# Cape Horn 21 vs. Cape Horn 24



## peace of mind (Aug 20, 2009)

I currently have a 2002 Cape Horn 21 with a Yamaha 225 Saltwater series (240 hours) and I am looking at moving up to the Cape Horn 24 most likely with twin engines (years 2000-2005 before the body style change). Does anyone have first hand experience with both of these boats and can give some comparisons in the water, advantages/disadvantages of both, and if this a good move or not. I am looking at probable $10,000-13,000 to make the upgrade and want to make sure that this move is worth the money. I fish primarily out of Carrabelle, Fl

Appreciate anyone's help with this decision.


----------



## Magic236 (Oct 1, 2007)

*Cape Horn*

My feedback is based on dated experience. CH builds great boats. In the early '90's a good friend bought a 19' then a 21', both were wet as hell, then he moved to the 24' that would have been a '97 or '98, she was awesome! Also, she was dry. It is my understanding that CH modified all its hulls after the 24's success.


----------



## Travis Gill (Oct 6, 2007)

We had one for a few years and it was a great boat! We fished it hard and had it in some big weather and it did great.


----------



## FishEyez (Nov 25, 2007)

http://www.pensacolafishingforum.com/f50/2006-cape-horn-23t-200-yamaha-hpdis-57235/


----------



## countryjwh (Nov 20, 2007)

yes it is worth the upgrade. we fished them both and the 24 is just a cadillac compared to the 21. we make 80 miles runs on a regular basis. good luck and post some reports when you get it.


----------



## neuby (May 8, 2009)

I have fished a 19' a 21' and own a 24' Cape Horn. First while I agree with Magic236 that the 24' is a MUCH dryer boat than th 21 and 19, as well as substantially more stable with more fishing room, I'm always relunctant to characterize any center console as 'dry'. 

I love my 24' CH- it is versatile enough to take considerable distances offshore and handles seas very well, but still manageable enough to tow easily (I launch by myself regularly) and it can get into essentially the same 'skinny' water the 21 and 19's can for Bay fishing or water sports.

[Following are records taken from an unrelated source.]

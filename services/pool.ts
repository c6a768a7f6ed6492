import { Piscina } from 'piscina';
import { ScienceError, type ScienceErrorCode } from '../src/errors.js';
import type { Config } from './config.js';
import { type Job, type JobResult, runJob } from './worker.js';

/**
 * Large fits run in worker threads (piscina) so that the event loop, and with it /healthz and small requests, stays
 * responsive; small ones run inline, where a thread hop would cost more than the fit.
 * @see https://github.com/piscinajs/piscina
 */
export interface Pool {
  run<T>(job: Job, size: number): Promise<T>;
  close(): Promise<void>;
  readonly threads: number;
}

export function createPool(config: Config): Pool {
  const threads = config.workers;
  const isTs = import.meta.url.endsWith('.ts');
  const piscina =
    threads > 0
      ? new Piscina({
          filename: new URL(isTs ? './worker.ts' : './worker.js', import.meta.url).href,
          minThreads: 1,
          maxThreads: threads,
          // From the TypeScript sources (tests, npm run dev) the worker needs the same loader as the main thread.
          ...(isTs ? { execArgv: ['--import', 'tsx'] } : {}),
          idleTimeout: 60_000,
        })
      : undefined;
  const unwrap = <T>(r: JobResult): T => {
    if (r.ok) return r.value as T;
    throw new ScienceError(r.error.code as ScienceErrorCode, r.error.message, r.error.details);
  };
  return {
    threads,
    async run<T>(job: Job, size: number): Promise<T> {
      if (!piscina || size < config.workerThreshold) return unwrap<T>(runJob(job));
      return unwrap<T>((await piscina.run(job)) as JobResult);
    },
    async close() {
      await piscina?.destroy();
    },
  };
}

/** How big a request is, in lines (a spectrum counts a hundredth of its points). */
export function jobSize(body: { lines?: readonly unknown[]; spectrum?: { x: readonly unknown[] } }): number {
  return (body.lines?.length ?? 0) + Math.ceil((body.spectrum?.x.length ?? 0) / 100);
}
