/** Grow R (m = 1, 2, …) and P (m = −1, −2, …) from a candidate P(1), R(0) pair along a fitted Fortrat polynomial. */
export function grow(
  p1: { index: number; position: number },
  r0: { index: number; position: number },
  pos: Float64Array,
  order: readonly { index: number; position: number }[],
): Point[] {
  // The local spacing from the neighbours outside the gap (on each side the median of the next five spacings: a
  // spurious line beside a seed, common, splits one spacing in two); the gap then spans `slots` spacings.
  const ia = lowerBound(pos, p1.position);
  const ib = lowerBound(pos, r0.position);
  const below: number[] = [];
  for (let k = ia; k > 0 && k > ia - 5; k--) below.push((pos[k] as number) - (pos[k - 1] as number));
  const above: number[] = [];
  for (let k = ib; k + 1 < pos.length && k < ib + 5; k++) above.push((pos[k + 1] as number) - (pos[k] as number));
  const near = [below, above].filter((x) => x.length > 0).map((x) => median(x));
  const gap = r0.position - p1.position;
  // Across the gap the spacing changes steadily (by 2(B′ − B″) a line, 6 % a line for LiH): when the two sides'
  // spacings agree within a factor 1.4 their mean counts the slots. Otherwise either may be wrong (spurious lines
  // split the spacings of one side, lost lines double them): the gap is counted with each, and the longest
  // progression kept.
  const [n1, n2] = near as [number, number];
  const locals =
    near.length === 0
      ? [gap / 2]
      : near.length === 2 && Math.max(n1, n2) <= 1.4 * Math.min(n1, n2)
        ? [(n1 + n2) / 2]
        : near;
  const counts = [...new Set(locals.map((l) => Math.max(2, Math.min(30, Math.round(gap / l)))))];
  let best: Point[] = [];
  for (const slots of counts) {
    const points = growWithSlots(p1, r0, slots, pos, order);
    if (points.length > best.length) best = points;
  }
  return best;
}

/** A progression grown from a seed pair whose gap spans `slots` spacings. */
export function growWithSlots(
  p1: { index: number; position: number },
  r0: { index: number; position: number },
  slots: number,
  pos: Float64Array,
  order: readonly { index: number; position: number }[],
): Point[] {
  const spacing0 = (r0.position - p1.position) / slots;
  const points: Point[] = [
    { m: -1, index: p1.index, position: p1.position },
    { m: slots - 1, index: r0.index, position: r0.position },
  ];
  const used = new Set([p1.index, r0.index]);
  if (!(spacing0 > 0)) return points;
  extendBothSides(points, used, pos, order, spacing0);
  // A spurious line taken on the way (a seed inside the gap next to the true R(0), or a line nearer a rough early
  // prediction than the true one) bends what follows, and one side may stop early: the lines that stray from one
  // polynomial through all of them go, the holes are filled from the polynomial, and both sides grow once more.
  const stepped = byCommonStep(points);
  const kept = withoutStrays(stepped);
  if (!kept) return stepped;
  const usedAgain = new Set(kept.map((p) => p.index));
  fillHoles(kept, usedAgain, pos, order);
  extendInwards(kept, usedAgain, pos, order);
  extendBothSides(kept, usedAgain, pos, order, spacing0);
  return withoutStraySeedSide(kept, spacing0);
}

/**
 * A side of three points or fewer beside a long one (twelve or more) is kept only where the long side's
 * polynomial, carried across, puts its lines (within a quarter spacing): the Fortrat polynomial runs on through
 * the band origin, so a seed gap that is the origin loses nothing, while a spurious line taken as the seed beyond
 * one end of a band, its whole band then grown on the other side, is dropped rather than numbered as P(42).
 */
export function withoutStraySeedSide(points: Point[], spacing0: number): Point[] {
  const pSide = points.filter((p) => p.m < 0);
  const rSide = points.filter((p) => p.m >= 0);
  const [small, large] = pSide.length <= rSide.length ? [pSide, rSide] : [rSide, pSide];
  if (small.length === 0 || small.length > 3 || large.length < 12) return points;
  const drop = new Set<number>();
  for (const p of small) {
    const near = [...large].sort((x, y) => Math.abs(x.m - p.m) - Math.abs(y.m - p.m)).slice(0, 12);
    const predicted = fortrat(near, p.m, spacing0);
    const spacing = Math.abs(fortrat(near, p.m + 1, spacing0) - predicted);
    if (!(Math.abs(p.position - predicted) <= 0.25 * spacing)) drop.add(p.index);
  }
  return drop.size === 0 ? points : points.filter((p) => !drop.has(p.index));
}

/**
 * Indices renumbered by their common step: a spurious line beside a seed halves the local spacing, the gap then
 * counts twice the slots it has, and the progression takes the true lines at every other index (B″ comes out half
 * the true one, and every numbering fits badly), with a few spurious lines between. When four fifths of the
 * points or more share one residue of m + 1 modulo 2 or 3, those are kept and renumbered, the others dropped; the
 * seed's P-side line stays at m = −1.
 */
export function byCommonStep(points: readonly Point[]): Point[] {
  for (const g of [3, 2]) {
    const count = new Map<number, number>();
    for (const p of points) {
      const r = (((p.m + 1) % g) + g) % g;
      count.set(r, (count.get(r) ?? 0) + 1);
    }
    const [r, n] = [...count].sort((a, b) => b[1] - a[1])[0] as [number, number];
    if (n < 0.8 * points.length || n < 6) continue;
    const kept = points
      .filter((p) => (((p.m + 1) % g) + g) % g === r)
      .map((p) => ({ ...p, m: (p.m + 1 - r) / g - 1, side: p.m >= 0 }));
    // The R side stays at m ≥ 0: one index up for all when the renumbering put its innermost line below.
    const lift = kept.some((p) => p.side && p.m < 0) ? 1 : 0;
    return kept.map(({ side: _side, ...p }) => ({ ...p, m: p.m + lift }));
  }
  return [...points];
}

I think once you get much bigger than a 24' boat or a similar sized boat with a cabin, it starts becoming a lot more of a hassle to launch regularly, a drawback that has kept me from upgrading to date.

As far as comparing the pre-2005 to the newer ones, (i have ridden on a newer 24' as well as a 27') I do not think there is a lot of difference in the ride- the primary change to the hull design itself seemed to be the a more pointed V in the front compared to a more pronounced flare on the front in the older version, probably resulting in a dryer ride. I can tell you that the boat handles great in a leeway sea and loves a following sea. Since the Cape Horn is not a capped boat there is absolutely no give so a forward sea well beat you up unless you slow down or trim the bow down.

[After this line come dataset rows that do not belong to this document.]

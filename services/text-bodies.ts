import { ScienceError } from '../src/errors.js';
import { parseCsv } from '../src/spectra/csv.js';
import { parseJcamp } from '../src/spectra/jcamp.js';

/** Media types of spectra and line lists accepted besides JSON. */
export const JCAMP_TYPES = ['chemical/x-jcamp-dx', 'chemical/x-jcamp'] as const;
export const CSV_TYPES = ['text/csv'] as const;

function xUnitOf(units: string): 'cm-1' | 'um' | 'nm' {
  const u = units.toUpperCase().replace(/\s/g, '');
  if (u === '1/CM' || u === 'CM-1' || u === 'CM^-1' || u === 'WAVENUMBERS') return 'cm-1';
  if (u === 'MICROMETERS' || u === 'UM' || u === 'MICRONS') return 'um';
  if (u === 'NANOMETERS' || u === 'NM') return 'nm';
  throw new ScienceError('UNIT_INVALID', `##XUNITS=${units} is not supported (1/CM, MICROMETERS or NANOMETERS)`, {
    xUnits: units,
  });
}

function yUnitOf(units: string): 'absorbance' | 'transmittance' {
  const u = units.toUpperCase();
  if (u.includes('TRANSMIT')) return 'transmittance';
  if (u.includes('ABSORB')) return 'absorbance';
  throw new ScienceError('UNIT_INVALID', `##YUNITS=${units} is not supported (ABSORBANCE or TRANSMITTANCE)`, {
    yUnits: units,
  });
}

/**
 * A JCAMP-DX or CSV body turned into the JSON body of the same endpoint: a spectrum or a line list, with the
 * species (and temperature) taken from the query string.
 */
export function textBodyToJson(
  contentType: string,
  text: string,
  query: Record<string, unknown>,
  limits: { readonly maxPoints: number; readonly maxLines: number } = { maxPoints: 5_000_000, maxLines: 100_000 },
): Record<string, unknown> {
  const extra: Record<string, unknown> = {};
  if (typeof query.species === 'string' && query.species !== '') extra.species = query.species;
  if (typeof query.temperature === 'string' && query.temperature !== '') {
    const t = Number(query.temperature);
    if (!Number.isFinite(t))
      throw new ScienceError('INPUT_INVALID', `temperature=${query.temperature} is not a number`, {});
    extra.options = { temperature: t };
  }
  const sample: Record<string, string> = {};
  for (const k of ['id', 'description', 'instrument', 'operator', 'measuredAt', 'notes']) {
    const v = query[`sample.${k}`];
    if (typeof v === 'string' && v !== '') sample[k] = v;
  }
  if (Object.keys(sample).length > 0) extra.sample = sample;
  if ((JCAMP_TYPES as readonly string[]).some((t) => contentType.startsWith(t))) {
    const d = parseJcamp(text, { maxPoints: limits.maxPoints, maxPeaks: limits.maxLines });
    if (d.kind === 'peaks') {
      const xUnit = xUnitOf(d.xUnits);
      return {
        ...extra,
        unit: xUnit,
        lines: d.peaks.map((p) => ({ position: p.x, ...(p.y !== undefined && p.y >= 0 ? { intensity: p.y } : {}) })),
      };
    }
    return {
      ...extra,
      spectrum: { x: Array.from(d.x), y: Array.from(d.y), xUnit: xUnitOf(d.xUnits), yUnit: yUnitOf(d.yUnits) },
    };
  }
  const c = parseCsv(text, { maxRows: limits.maxPoints, maxLines: limits.maxLines });
  if (c.kind === 'lines')
    return { ...extra, ...(c.unit ? { unit: c.unit } : {}), lines: c.lines.map((l) => ({ ...l })) };
  return { ...extra, spectrum: { x: Array.from(c.x), y: Array.from(c.y), ...(c.yUnit ? { yUnit: c.yUnit } : {}) } };
}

Anyway, my 1999 24' CH is for sale as well on craigslist- send me a PM and I can give you specifics.


----------



## baitboy (Jan 28, 2009)

look on craiglist you can prob find one some body got a little oil on for sale


----------



## peace of mind (Aug 20, 2009)

Thanks guys for the real world experiences with both of these boats. I have had other people tell me that it's not worth the extra money to go the 24 especially since most have twin engines and that if you are are going to make a change then a 26-28 foot boat is much better. 

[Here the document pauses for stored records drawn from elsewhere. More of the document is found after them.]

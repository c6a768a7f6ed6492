import { Piscina } from 'piscina';
import {
  finishPeaks,
  fitGroups,
  type GroupFit,
  type PackedGroups,
  type PeakOptions,
  type PeakResult,
  type PeakSearch,
  packGroups,
  preparePeakSearch,
} from '../src/spectra/peaks.js';

/**
 * The group fits of a large spectrum spread over threads. src/ stays synchronous: the baseline, noise and candidate
 * stages run here (src/spectra/peaks.ts#preparePeakSearch), the groups are cut into chunks of about equal window
 * length, each chunk packed (only the samples its fits read) and fitted by the pure src function fitGroups, one
 * chunk on this thread and the others in worker threads (piscina, started on first use), and the last stage takes
 * the fits back in group order: the same numbers as findPeaks on one thread (test/services/peak-threads.test.ts).
 */

/** Spectra of fewer points are fitted on the calling thread: below this a thread hop costs more than it saves. */
export const PEAK_THREAD_POINTS = 200_000;

let pool: Piscina | undefined;

function groupFitPool(threads: number): Piscina {
  if (!pool || pool.options.maxThreads < threads - 1) {
    void pool?.destroy();
    const isTs = import.meta.url.endsWith('.ts');
    pool = new Piscina({
      filename: new URL(isTs ? './peak-threads-worker.ts' : './peak-threads-worker.js', import.meta.url).href,
      minThreads: 0,
      maxThreads: threads - 1,
      idleTimeout: 30_000,
      ...(isTs ? { execArgv: ['--import', 'tsx'] } : {}),
    });
  }
  return pool;
}

/** Group ranges [from, to) of about equal summed window length, `parts` of them at most. */
export function chunkRanges(search: PeakSearch, parts: number): [number, number][] {
  const { groups } = search;
  const total = groups.reduce((sum, g) => sum + g.hi - g.lo + 1, 0);
  const ranges: [number, number][] = [];
  let from = 0;
  let acc = 0;
  groups.forEach((g, k) => {
    acc += g.hi - g.lo + 1;
    if (acc >= (total * (ranges.length + 1)) / parts && ranges.length < parts - 1) {
      ranges.push([from, k + 1]);
      from = k + 1;
    }
  });
  if (from < groups.length) ranges.push([from, groups.length]);
  return ranges;
}

/**
 * findPeaks with the group fits of a spectrum of PEAK_THREAD_POINTS or more spread over `threads` threads (this
 * one included); smaller spectra, or threads ≤ 1, fit on this thread.
 */
export async function findPeaksInThreads(
  x: ArrayLike<number>,
  y: ArrayLike<number>,
  options: PeakOptions,
  threads: number,
): Promise<PeakResult> {
  const search = preparePeakSearch(x, y, options);
  const parts = x.length >= PEAK_THREAD_POINTS ? Math.min(threads, search.groups.length) : 1;
  if (parts <= 1) return finishPeaks(search, fitGroups(packGroups(search, 0, search.groups.length)), options);
  const [mine, ...theirs] = chunkRanges(search, parts).map(([from, to]) => packGroups(search, from, to));
  const workers = groupFitPool(parts);
  const pending = theirs.map((chunk) => workers.run(chunk) as Promise<GroupFit[]>);
  const local = fitGroups(mine as PackedGroups);
  const fits = [local, ...(await Promise.all(pending))];
  return finishPeaks(search, fits.flat(), options);
}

I really like the 24 and think it is a versatile size. I am glad to here that there actually is that big of a difference between the 21 and 24 because I have been out in my 21 and sometimes it feels a little small for the ocean especially more than 15-20 miles out.


----------



## Strictly Bizness (Oct 2, 2007)

Go for it. I have fished on every cape from a 17 thru the 31. They only get better as they get bigger. The twin engines is a huge plus!! And they are built like tanks. They don't break easily.


----------



## younghooker (Oct 7, 2007)

love my 2000 model CH 24 1400 hours with 135 Opti's then repowered with twin 175 hp. Zukes.. (great combo) 450 + hrs. .. I sure don't need a bigger boat.. if it's 3 to 4 's or worse... we just don't go very far offshore or not at all..


----------



## peace of mind (Aug 20, 2009)

I read the rules to posting the boat for sale in that section and realized I do not have enough posts to do so. Would anyone be willing to sponsor me so I can put the boat for sale on the site?

Thanks.


----------



## The LaJess II (Oct 3, 2007)

I will sponsor you. Just let me know when you post so I can post that I'm sponsoring you. Good Luck with your boat sell and new boat purchase.


----------



## davdoc0011 (Nov 13, 2008)

24 atw


----------



## peace of mind (Aug 20, 2009)

First, The LaJess II thanks very much for you willingness to sponsor my post to sell my boat. I attempted to begin a new thread in the boats for sale to try to sell the 21 CH and it keep giving a VBulletin message asking me to log in and would not let me start a new thread. Am I going about this in the wrong way? Also have multiple pictures of the boat and would somehow like to add those if possible.Lastly, how do I let you know that I have posted in the for sale section--do I just post on this thread that I have posted in that section or is there another way to let you know?

Thanks for your help.


----------



## The LaJess II (Oct 3, 2007)

I will pm Splitine and get him to help you out with the pictures so keep and eye out for messages in your in box. I will also let him know that I will be sponsoring you. Good luck on your sell. If you need to get a hold of me send a pm and will go into my email and I will see it sooner.


----------



## WW2 (Sep 28, 2007)

The 23T is the length of the 26 and will carry HUGE amounts of fuel.


----------



## mdejoie2 (Aug 9, 2009)

very true you need to open your wallets to fuel one up. The right motors help out alot.


----------